• _What to do_: Look in the material below for the line holding "const row = await". Set it down exactly, with each later line up to and including the line holding "listLabelStocks(ds: DataSource): Promise<LabelStockDto[]>".

• _Task input_:
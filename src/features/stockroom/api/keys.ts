/** Query keys of the Stockroom: every input of a fetch is in its key. */
import type { ContainerListQuery, ChemicalListQuery } from "@shared/schemas/stock";

export type ContainerFilters = Partial<Omit<ContainerListQuery, "status">> & { status?: string };
export type ChemicalFilters = Partial<ChemicalListQuery>;

export const stockKeys = {
  all: ["stock"] as const,
  containers: () => [...stockKeys.all, "containers"] as const,
  containerList: (q: ContainerFilters) => [...stockKeys.containers(), "list", q] as const,
  container: (id: number) => [...stockKeys.containers(), "detail", id] as const,
  chemicals: () => [...stockKeys.all, "chemicals"] as const,
  chemicalList: (q: ChemicalFilters) => [...stockKeys.chemicals(), "list", q] as const,
  chemical: (id: number) => [...stockKeys.chemicals(), "detail", id] as const,
  sds: (chemicalId: number) => [...stockKeys.chemicals(), "sds", chemicalId] as const,
  locations: () => [...stockKeys.all, "locations"] as const,
};
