/**
 * Label upkeep: re-issuing a label (the old code goes to the label history and answers
 * "replaced" from then on), the label stocks labels are laid out on, and the label PDF.
 */
import type { DataSource } from "typeorm";
import { In } from "typeorm";
import { DateTime } from "luxon";
import { labelUrl, MAX_LABELS_PER_REQUEST, SINGLE_LABEL, stockProblems, type LabelStockLayout } from "@shared/domain/labels";
import { pictogramsFor, signalWordFor, type GhsPictogram } from "@shared/domain/hazards";
import type { LabelHistoryEntryDto, LabelStockDto, LabelStockInput, LabelledTypeName, LabelsPdfQuery } from "@shared/schemas/labels";
import { INSTRUMENT_KIND_LABELS } from "@shared/schemas/instruments";
import { Chemical, Container, Instrument, LabelHistory, LabelStock, User } from "../../entities";
import { NotFound, RuleBroken } from "../../errors";
import type { AuthUser } from "../../middleware/auth";
import { serialTransaction } from "../../db/serial";
import { newToken } from "../../core/tokens";
import { audit } from "../../core/audit";
import type { Deps } from "../../core/deps";
import { renderLabelsPdf, type LabelContent } from "./label-pdf";
import { jsonList, pathFinder } from "./scan.queries";

export interface LabelDeps extends Deps {
  config: { PUBLIC_URL: string; FACILITY_TZ: string };
}

/** Gives the record a new token; the old one goes to the history and answers "replaced" from now on. */
export async function reissueLabel(deps: LabelDeps, actor: AuthUser, type: LabelledTypeName, id: number, reason: string): Promise<{ token: string; url: string }> {
  const token = newToken(24);
  await serialTransaction(deps.ds, async (em) => {
    const Entity = type === "container" ? Container : Instrument;
    const row = await em.getRepository<Container | Instrument>(Entity).findOneBy({ id });
    if (!row) throw new NotFound(type === "container" ? "That container" : "That instrument");
    const t = deps.now();
    await em.insert(LabelHistory, { entityType: type, entityId: id, token: row.labelToken, retiredAt: t.toISOString(), retiredById: actor.id, reason });
    await em.update(Entity, id, { labelToken: token });
    // The audit keeps a prefix only: a full retired token is harmless, but there is no need to spread it.
    await audit(em, t, actor.id, "label.reissued", type, id, { reason, retiredTokenPrefix: row.labelToken.slice(0, 6) });
  });
  return { token, url: labelUrl(deps.config.PUBLIC_URL, token) };
}

export async function labelHistory(ds: DataSource, type: LabelledTypeName, id: number): Promise<LabelHistoryEntryDto[]> {
  const rows = await ds.getRepository(LabelHistory).find({ where: { entityType: type, entityId: id }, order: { id: "DESC" } });
  const names = new Map(
    (await ds.getRepository(User).findBy({ id: In(rows.map((r) => r.retiredById).filter((x): x is number => x !== null)) })).map((u) => [u.id, u.name]),
  );
  return rows.map((r) => ({
    retiredAt: r.retiredAt,
    retiredBy: r.retiredById === null ? null : (names.get(r.retiredById) ?? null),
    reason: r.reason,
    tokenPrefix: r.token.slice(0, 6),
  }));
}

function presentStock(s: LabelStock): LabelStockDto {
  const { createdAt: _c, ...rest } = s;
  void _c;
  return rest;
}

export async function listLabelStocks(ds: DataSource): Promise<LabelStockDto[]> {
  return (await ds.getRepository(LabelStock).find({ order: { id: "ASC" } })).map(presentStock);
}

export async function addLabelStock(deps: Deps, actor: AuthUser, input: LabelStockInput): Promise<LabelStockDto> {
  const problems = stockProblems(input);
  if (problems.length) throw new RuleBroken("These labels do not fit on the page.", problems.map((message) => ({ path: "columns", message })));
  const id = await serialTransaction(deps.ds, async (em) => {
    const res = await em.insert(LabelStock, { ...input, createdAt: deps.now().toISOString() });
    const newId = res.identifiers[0].id as number;
    await audit(em, deps.now(), actor.id, "label_stock.created", "label_stock", newId, { ...input });
    return newId;
  });
  return presentStock(await deps.ds.getRepository(LabelStock).findOneByOrFail({ id }));
}

/** The label PDF for containers and instruments; 422 over the maximum, 404 naming ids that do not exist. */
export async function labelsPdf(deps: LabelDeps, actor: AuthUser, q: LabelsPdfQuery): Promise<{ pdf: Buffer; count: number }> {
  const { ds } = deps;
  const cIds = q.containerIds ?? [];
  const iIds = q.instrumentIds ?? [];
  const count = cIds.length + iIds.length;
  if (count > MAX_LABELS_PER_REQUEST) {
    throw new RuleBroken(`Ask for at most ${MAX_LABELS_PER_REQUEST} labels at a time; this asked for ${count}.`, [
      { path: "containerIds", message: `At most ${MAX_LABELS_PER_REQUEST} labels per PDF.` },
    ], "too_many_labels");
  }
  let stock: LabelStockLayout | null = null;
  if (q.stockId !== undefined) {
    stock = await ds.getRepository(LabelStock).findOneBy({ id: q.stockId });
    if (!stock) throw new NotFound("That label stock");
  }
  const containers = cIds.length ? await ds.getRepository(Container).findBy({ id: In(cIds) }) : [];
  const instruments = iIds.length ? await ds.getRepository(Instrument).findBy({ id: In(iIds) }) : [];
  const missing = [
    ...cIds.filter((id) => !containers.some((c) => c.id === id)).map((id) => `container ${id}`),
    ...iIds.filter((id) => !instruments.some((i) => i.id === id)).map((id) => `instrument ${id}`),
  ];
  if (missing.length) throw new NotFound(`No label can be made: ${missing.join(", ")}`);

  const chemicals = new Map((await ds.getRepository(Chemical).findBy({ id: In([...new Set(containers.map((c) => c.chemicalId))]) })).map((c) => [c.id, c]));
  const where = await pathFinder(ds);
  const now = deps.now();
  const today = DateTime.fromJSDate(now).setZone(deps.config.FACILITY_TZ).toISODate();
  const labels: LabelContent[] = [];
  for (const id of cIds) {
    const c = containers.find((x) => x.id === id)!;
    const chem = chemicals.get(c.chemicalId)!;
    const hCodes = jsonList(chem.hazardStatements);
    const stored = jsonList(chem.pictograms) as GhsPictogram[];
    const signal = chem.signalWord ?? signalWordFor(hCodes);
    const amount = `${c.initialQuantity} ${c.unit}`;
    const conc = c.concentrationMolPerL !== null ? `${c.concentrationMolPerL} mol/L · ` : "";
    labels.push({
      url: labelUrl(deps.config.PUBLIC_URL, c.labelToken),
      size: q.size ?? (c.kind === "vial" ? "vial" : "bottle"),
      title: chem.name,
      subtitle: `${conc}${c.kind} ${amount} · CAS ${chem.casNumber} · container ${c.id}`,
      signalWord: signal === "Danger" || signal === "Warning" ? signal : null,
      hCodes,
      pictograms: stored.length ? stored : pictogramsFor(hCodes),
      location: where(c.locationId),
      dates: [`Printed ${today}`, ...(c.expiresAt ? [`Expires ${c.expiresAt}`] : [])],
    });
  }
  for (const id of iIds) {
    const i = instruments.find((x) => x.id === id)!;
    labels.push({
      url: labelUrl(deps.config.PUBLIC_URL, i.labelToken),
      size: q.size ?? "bottle",
      title: i.name,
      subtitle: [INSTRUMENT_KIND_LABELS[i.kind], i.model, i.serialNumber && `S/N ${i.serialNumber}`].filter(Boolean).join(" · "),
      signalWord: null,
      hCodes: [],
      pictograms: [],
      location: where(i.locationId),
      dates: [`Printed ${today}`],
    });
  }
  const pdf = await renderLabelsPdf(labels, (l) => stock ?? SINGLE_LABEL[l.size], { now, skip: q.skip });
  await serialTransaction(ds, (em) => audit(em, now, actor.id, "labels.printed", "label", null, { containerIds: cIds, instrumentIds: iIds, stockId: q.stockId ?? null }));
  return { pdf, count };
}
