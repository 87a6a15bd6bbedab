/** GET /api/containers: the Stockroom search, paged, sorted and filtered on the server. */
import { keepPreviousData, queryOptions, useQuery } from "@tanstack/react-query";
import { boundedPageOf } from "@shared/schemas/common";
import { CONTAINER_STATUSES, containerDto, type CONTAINER_SORTS } from "@shared/schemas/stock";
import { api, parseResponse } from "@/lib/api-client";
import { stockKeys, type ContainerFilters } from "./keys";

/** `totalIsExact: false`: counting stopped at `total`, more match. */
const containerPage = boundedPageOf(containerDto);

export async function getContainers(q: ContainerFilters, signal?: AbortSignal) {
  const data = await api.get<unknown>("/containers", { query: { ...q }, signal });
  return parseResponse(containerPage, data, "GET /api/containers");
}

export const containersQueryOptions = (q: ContainerFilters) =>
  queryOptions({ queryKey: stockKeys.containerList(q), queryFn: ({ signal }) => getContainers(q, signal), placeholderData: keepPreviousData });

/** The containers table's page size and its default status filter ("in stock"). */
export const CONTAINER_PAGE = 50;
export const IN_STOCK = "sealed,in_use,on_hold";

/** A status from a link, if it is one the Status filter offers; otherwise the default. */
export function statusFromLink(value: string | null): string | undefined {
  if (value === null) return undefined;
  return value === "" || value === IN_STOCK || (CONTAINER_STATUSES as readonly string[]).includes(value) ? value : undefined;
}

/**
 * The query the containers table sends for its filters, sort and page. The table and the
 * Stockroom's route loader both build it here, so the loader's prefetch is the table's first page.
 */
export function containerTableQuery(v: {
  q?: string;
  status: string;
  locationId?: number;
  chemicalId?: number;
  sort?: (typeof CONTAINER_SORTS)[number];
  desc?: boolean;
  page?: number;
}): ContainerFilters {
  return {
    q: v.q || undefined,
    status: v.status || undefined,
    locationId: v.locationId,
    within: v.locationId ? "true" : undefined,
    chemicalId: v.chemicalId,
    sort: v.sort ?? "chemical",
    dir: v.desc ? "desc" : "asc",
    limit: CONTAINER_PAGE,
    offset: (v.page ?? 0) * CONTAINER_PAGE,
  };
}

export const useContainers = (q: ContainerFilters) => useQuery(containersQueryOptions(q));
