/** GET /api/containers/:id: one container with its chemical, history and lineage. */
import { queryOptions, useQuery } from "@tanstack/react-query";
import { containerDetailDto } from "@shared/schemas/stock";
import { api, parseResponse } from "@/lib/api-client";
import { stockKeys } from "./keys";

export async function getContainer(id: number, signal?: AbortSignal) {
  const data = await api.get<unknown>(`/containers/${id}`, { signal });
  return parseResponse(containerDetailDto, data, "GET /api/containers/:id");
}

export const containerQueryOptions = (id: number) => queryOptions({ queryKey: stockKeys.container(id), queryFn: ({ signal }) => getContainer(id, signal) });
export const useContainer = (id: number) => useQuery(containerQueryOptions(id));
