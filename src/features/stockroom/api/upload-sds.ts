/** POST /api/chemicals/:id/sds: a safety data sheet as a PDF (multipart), with its review date and supplier. */
import { useMutation, useQueryClient } from "@tanstack/react-query";
import { z } from "zod";
import { sdsDto } from "@shared/schemas/stock";
import { api, parseResponse } from "@/lib/api-client";
import { stockKeys } from "./keys";

export interface SdsUpload {
  file: File;
  reviewedOn: string;
  supplier: string;
}

export async function uploadSds(chemicalId: number, v: SdsUpload) {
  const form = new FormData();
  // Text fields first: the server reads them beside the file in one pass.
  form.append("reviewedOn", v.reviewedOn);
  form.append("supplier", v.supplier);
  form.append("file", v.file, v.file.name);
  const data = await api.postForm<unknown>(`/chemicals/${chemicalId}/sds`, form);
  return parseResponse(z.object({ sheet: sdsDto }), data, "POST /api/chemicals/:id/sds").sheet;
}

export function useUploadSds(chemicalId: number) {
  const queryClient = useQueryClient();
  return useMutation({
    mutationFn: (v: SdsUpload) => uploadSds(chemicalId, v),
    // The Safety review's "sheets due" lists read the same table; they refetch when opened.
    onSuccess: () => queryClient.invalidateQueries({ queryKey: stockKeys.sds(chemicalId) }),
  });
}
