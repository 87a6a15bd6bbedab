/**
 * The container's quick actions: POST /api/containers/:id/usage, /waste, /move, /hold, /release,
 * /empty. Each answers { container }; each invalidates that container and the lists.
 */
import { useMutation, useQueryClient } from "@tanstack/react-query";
import { z } from "zod";
import { containerDto, type ContainerDto, type MoveInput, type UsageInput, type WasteAddInput } from "@shared/schemas/stock";
import { api, parseResponse } from "@/lib/api-client";
import { stockKeys } from "./keys";

const answer = z.object({ container: containerDto });

async function act(id: number, action: string, body?: unknown): Promise<ContainerDto> {
  const data = await api.post<unknown>(`/containers/${id}/${action}`, body ?? {});
  return parseResponse(answer, data, `POST /api/containers/:id/${action}`).container;
}

function useContainerAction<V>(id: number, run: (v: V) => Promise<ContainerDto>) {
  const queryClient = useQueryClient();
  return useMutation({
    mutationFn: run,
    onSuccess: () => queryClient.invalidateQueries({ queryKey: stockKeys.containers() }),
  });
}

export const useLogUsage = (id: number) => useContainerAction(id, (v: UsageInput) => act(id, "usage", v));
export const useAddWaste = (id: number) => useContainerAction(id, (v: WasteAddInput) => act(id, "waste", v));
export const useMoveContainer = (id: number) => useContainerAction(id, (v: MoveInput) => act(id, "move", v));
export const useHoldContainer = (id: number) => useContainerAction(id, (v: { reason: string }) => act(id, "hold", v));
export const useReleaseContainer = (id: number) => useContainerAction(id, () => act(id, "release"));
export const useEmptyContainer = (id: number) => useContainerAction(id, () => act(id, "empty"));
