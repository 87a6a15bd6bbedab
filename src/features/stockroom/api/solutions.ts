/** POST /api/solutions/plan (pure) and POST /api/solutions (prepare: one transaction). */
import { useMutation, useQueryClient } from "@tanstack/react-query";
import { z } from "zod";
import { containerDto, solutionPlanDto, type PrepareSolutionInput, type SolutionPlanInput } from "@shared/schemas/stock";
import { api, parseResponse } from "@/lib/api-client";
import { stockKeys } from "./keys";

export async function planSolution(input: SolutionPlanInput) {
  return parseResponse(solutionPlanDto, await api.post<unknown>("/solutions/plan", input), "POST /api/solutions/plan");
}

const prepared = z.object({
  container: containerDto,
  plan: solutionPlanDto,
  massWeighedG: z.number(),
  actualConcentrationMolPerL: z.number(),
  parents: z.array(containerDto),
});

export async function prepareSolution(input: PrepareSolutionInput) {
  return parseResponse(prepared, await api.post<unknown>("/solutions", input), "POST /api/solutions");
}

export function usePrepareSolution() {
  const queryClient = useQueryClient();
  return useMutation({ mutationFn: prepareSolution, onSuccess: () => queryClient.invalidateQueries({ queryKey: stockKeys.containers() }) });
}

• _Problem solution_:
    const row = await em.getRepository<Container | Instrument>(Entity).findOneBy({ id });
    if (!row) throw new NotFound(type === "container" ? "That container" : "That instrument");
    const t = deps.now();
    await em.insert(LabelHistory, { entityType: type, entityId: id, token: row.labelToken, retiredAt: t.toISOString(), retiredById: actor.id, reason });
    await em.update(Entity, id, { labelToken: token });
    // The audit keeps a prefix only: a full retired token is harmless, but there is no need to spread it.
    await audit(em, t, actor.id, "label.reissued", type, id, { reason, retiredTokenPrefix: row.labelToken.slice(0, 6) });
  });
  return { token, url: labelUrl(deps.config.PUBLIC_URL, token) };
}

export async function labelHistory(ds: DataSource, type: LabelledTypeName, id: number): Promise<LabelHistoryEntryDto[]> {
  const rows = await ds.getRepository(LabelHistory).find({ where: { entityType: type, entityId: id }, order: { id: "DESC" } });
  const names = new Map(
    (await ds.getRepository(User).findBy({ id: In(rows.map((r) => r.retiredById).filter((x): x is number => x !== null)) })).map((u) => [u.id, u.name]),
  );
  return rows.map((r) => ({
    retiredAt: r.retiredAt,
    retiredBy: r.retiredById === null ? null : (names.get(r.retiredById) ?? null),
    reason: r.reason,
    tokenPrefix: r.token.slice(0, 6),
  }));
}

function presentStock(s: LabelStock): LabelStockDto {
  const { createdAt: _c, ...rest } = s;
  void _c;
  return rest;
}

export async function listLabelStocks(ds: DataSource): Promise<LabelStockDto[]> {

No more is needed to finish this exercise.